**EXERCISE**
Run through the records and show each line that includes the string "optional".

** INFORMATION GIVEN follows **

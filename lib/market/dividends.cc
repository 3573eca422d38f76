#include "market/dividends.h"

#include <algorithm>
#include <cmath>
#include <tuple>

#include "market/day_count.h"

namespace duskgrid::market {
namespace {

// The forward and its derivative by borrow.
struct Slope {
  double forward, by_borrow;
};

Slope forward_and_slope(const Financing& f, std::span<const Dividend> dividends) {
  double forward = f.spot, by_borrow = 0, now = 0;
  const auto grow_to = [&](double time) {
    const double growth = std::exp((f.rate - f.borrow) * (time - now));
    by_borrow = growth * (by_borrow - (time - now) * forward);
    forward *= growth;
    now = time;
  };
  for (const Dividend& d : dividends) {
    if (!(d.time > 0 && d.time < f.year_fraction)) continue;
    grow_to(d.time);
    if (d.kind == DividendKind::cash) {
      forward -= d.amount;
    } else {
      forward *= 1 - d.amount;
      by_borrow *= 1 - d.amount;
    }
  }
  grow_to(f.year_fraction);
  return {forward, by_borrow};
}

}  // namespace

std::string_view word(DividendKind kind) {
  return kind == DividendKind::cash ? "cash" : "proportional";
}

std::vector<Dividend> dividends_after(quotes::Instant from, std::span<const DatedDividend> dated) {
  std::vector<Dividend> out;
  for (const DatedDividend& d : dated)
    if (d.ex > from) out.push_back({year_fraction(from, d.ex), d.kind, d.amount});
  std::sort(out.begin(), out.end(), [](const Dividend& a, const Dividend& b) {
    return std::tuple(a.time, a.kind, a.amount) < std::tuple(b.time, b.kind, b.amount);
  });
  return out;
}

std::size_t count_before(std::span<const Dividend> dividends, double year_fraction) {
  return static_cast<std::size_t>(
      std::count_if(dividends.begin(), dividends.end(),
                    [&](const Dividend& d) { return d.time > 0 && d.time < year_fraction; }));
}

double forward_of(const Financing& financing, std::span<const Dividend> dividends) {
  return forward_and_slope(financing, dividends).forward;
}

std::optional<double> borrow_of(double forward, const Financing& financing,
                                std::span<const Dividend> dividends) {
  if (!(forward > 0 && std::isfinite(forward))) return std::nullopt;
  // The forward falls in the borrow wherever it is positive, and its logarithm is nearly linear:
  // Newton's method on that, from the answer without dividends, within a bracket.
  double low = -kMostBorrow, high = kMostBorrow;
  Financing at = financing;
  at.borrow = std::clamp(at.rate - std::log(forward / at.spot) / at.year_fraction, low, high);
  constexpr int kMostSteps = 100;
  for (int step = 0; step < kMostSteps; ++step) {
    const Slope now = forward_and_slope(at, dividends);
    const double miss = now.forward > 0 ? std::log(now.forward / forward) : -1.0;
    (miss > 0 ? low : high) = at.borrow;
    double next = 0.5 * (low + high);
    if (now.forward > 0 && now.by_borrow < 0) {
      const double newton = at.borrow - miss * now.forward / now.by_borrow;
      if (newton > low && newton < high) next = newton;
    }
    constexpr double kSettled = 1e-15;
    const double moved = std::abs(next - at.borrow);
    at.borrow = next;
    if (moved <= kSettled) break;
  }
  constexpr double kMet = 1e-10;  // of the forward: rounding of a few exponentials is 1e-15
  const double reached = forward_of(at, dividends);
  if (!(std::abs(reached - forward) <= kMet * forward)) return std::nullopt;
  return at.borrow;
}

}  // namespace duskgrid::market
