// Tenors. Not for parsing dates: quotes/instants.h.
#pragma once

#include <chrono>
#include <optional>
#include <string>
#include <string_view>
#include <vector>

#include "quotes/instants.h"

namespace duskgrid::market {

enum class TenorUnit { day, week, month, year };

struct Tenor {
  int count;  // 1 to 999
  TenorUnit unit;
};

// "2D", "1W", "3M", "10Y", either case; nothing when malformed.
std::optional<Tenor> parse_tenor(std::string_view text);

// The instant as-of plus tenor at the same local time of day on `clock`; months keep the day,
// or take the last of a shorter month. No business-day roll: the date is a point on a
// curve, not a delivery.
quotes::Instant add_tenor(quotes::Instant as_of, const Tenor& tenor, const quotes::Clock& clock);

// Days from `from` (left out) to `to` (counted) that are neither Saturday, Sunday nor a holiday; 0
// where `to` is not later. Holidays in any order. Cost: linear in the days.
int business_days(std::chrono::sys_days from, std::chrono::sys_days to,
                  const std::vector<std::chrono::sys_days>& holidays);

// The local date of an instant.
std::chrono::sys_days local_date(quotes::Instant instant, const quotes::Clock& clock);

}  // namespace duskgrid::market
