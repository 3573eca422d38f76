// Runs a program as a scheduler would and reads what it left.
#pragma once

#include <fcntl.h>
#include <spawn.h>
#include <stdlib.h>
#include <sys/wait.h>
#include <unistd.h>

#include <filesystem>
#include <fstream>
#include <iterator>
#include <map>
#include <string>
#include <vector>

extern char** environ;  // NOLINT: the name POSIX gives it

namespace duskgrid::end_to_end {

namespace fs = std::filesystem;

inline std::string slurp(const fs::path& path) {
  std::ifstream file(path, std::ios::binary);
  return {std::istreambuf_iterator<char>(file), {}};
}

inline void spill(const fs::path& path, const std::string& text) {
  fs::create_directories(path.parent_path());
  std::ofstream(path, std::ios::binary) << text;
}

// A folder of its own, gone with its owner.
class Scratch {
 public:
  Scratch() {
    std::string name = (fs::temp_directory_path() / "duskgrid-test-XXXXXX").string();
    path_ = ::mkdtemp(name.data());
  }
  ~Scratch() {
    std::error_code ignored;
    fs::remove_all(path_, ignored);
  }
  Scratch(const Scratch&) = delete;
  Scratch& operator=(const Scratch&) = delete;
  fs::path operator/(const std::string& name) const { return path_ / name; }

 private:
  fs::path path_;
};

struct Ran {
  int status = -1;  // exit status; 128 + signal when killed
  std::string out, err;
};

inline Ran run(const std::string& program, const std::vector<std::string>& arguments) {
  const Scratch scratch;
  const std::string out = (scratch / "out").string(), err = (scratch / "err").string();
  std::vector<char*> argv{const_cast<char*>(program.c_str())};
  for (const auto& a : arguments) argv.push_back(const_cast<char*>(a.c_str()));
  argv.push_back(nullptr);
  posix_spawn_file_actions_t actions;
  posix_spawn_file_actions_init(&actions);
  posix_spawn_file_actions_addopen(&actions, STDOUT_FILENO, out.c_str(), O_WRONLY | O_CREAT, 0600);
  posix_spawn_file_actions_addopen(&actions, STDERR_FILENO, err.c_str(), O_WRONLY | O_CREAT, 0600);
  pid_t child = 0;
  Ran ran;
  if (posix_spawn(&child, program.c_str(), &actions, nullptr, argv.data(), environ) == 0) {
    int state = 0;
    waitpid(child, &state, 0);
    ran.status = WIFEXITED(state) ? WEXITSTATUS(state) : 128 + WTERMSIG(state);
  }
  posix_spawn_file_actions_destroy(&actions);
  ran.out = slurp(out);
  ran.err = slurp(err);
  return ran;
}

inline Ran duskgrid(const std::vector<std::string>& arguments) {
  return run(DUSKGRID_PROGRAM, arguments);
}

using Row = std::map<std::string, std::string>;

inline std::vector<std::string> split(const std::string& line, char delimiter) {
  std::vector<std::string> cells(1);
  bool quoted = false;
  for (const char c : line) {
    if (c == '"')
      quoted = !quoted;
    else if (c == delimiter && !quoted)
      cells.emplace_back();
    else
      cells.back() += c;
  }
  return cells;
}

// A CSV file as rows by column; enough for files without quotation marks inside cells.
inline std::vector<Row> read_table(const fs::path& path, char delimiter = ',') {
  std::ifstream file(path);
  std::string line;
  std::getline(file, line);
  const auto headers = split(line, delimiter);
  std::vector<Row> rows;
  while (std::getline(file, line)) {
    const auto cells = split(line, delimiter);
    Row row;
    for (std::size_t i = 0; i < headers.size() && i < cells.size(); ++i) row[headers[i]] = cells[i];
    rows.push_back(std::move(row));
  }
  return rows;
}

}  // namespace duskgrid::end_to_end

** End of INFORMATION GIVEN **
** INFORMATION GIVEN follows **

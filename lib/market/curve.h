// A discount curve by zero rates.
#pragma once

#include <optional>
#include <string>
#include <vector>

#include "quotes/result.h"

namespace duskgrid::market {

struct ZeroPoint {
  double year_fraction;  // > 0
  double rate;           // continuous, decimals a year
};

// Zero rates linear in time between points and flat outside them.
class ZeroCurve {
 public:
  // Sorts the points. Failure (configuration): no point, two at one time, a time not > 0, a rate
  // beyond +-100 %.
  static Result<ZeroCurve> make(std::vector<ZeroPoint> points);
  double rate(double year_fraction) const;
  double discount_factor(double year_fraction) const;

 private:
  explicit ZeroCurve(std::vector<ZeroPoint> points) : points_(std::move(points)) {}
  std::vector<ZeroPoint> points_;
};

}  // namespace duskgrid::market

** End of INFORMATION GIVEN **

**YOUR RESPONSE**
std::optional<double> borrow_of(double forward, const Financing& financing,
#include <optional>
std::optional<Tenor> parse_tenor(std::string_view text);
#include <optional>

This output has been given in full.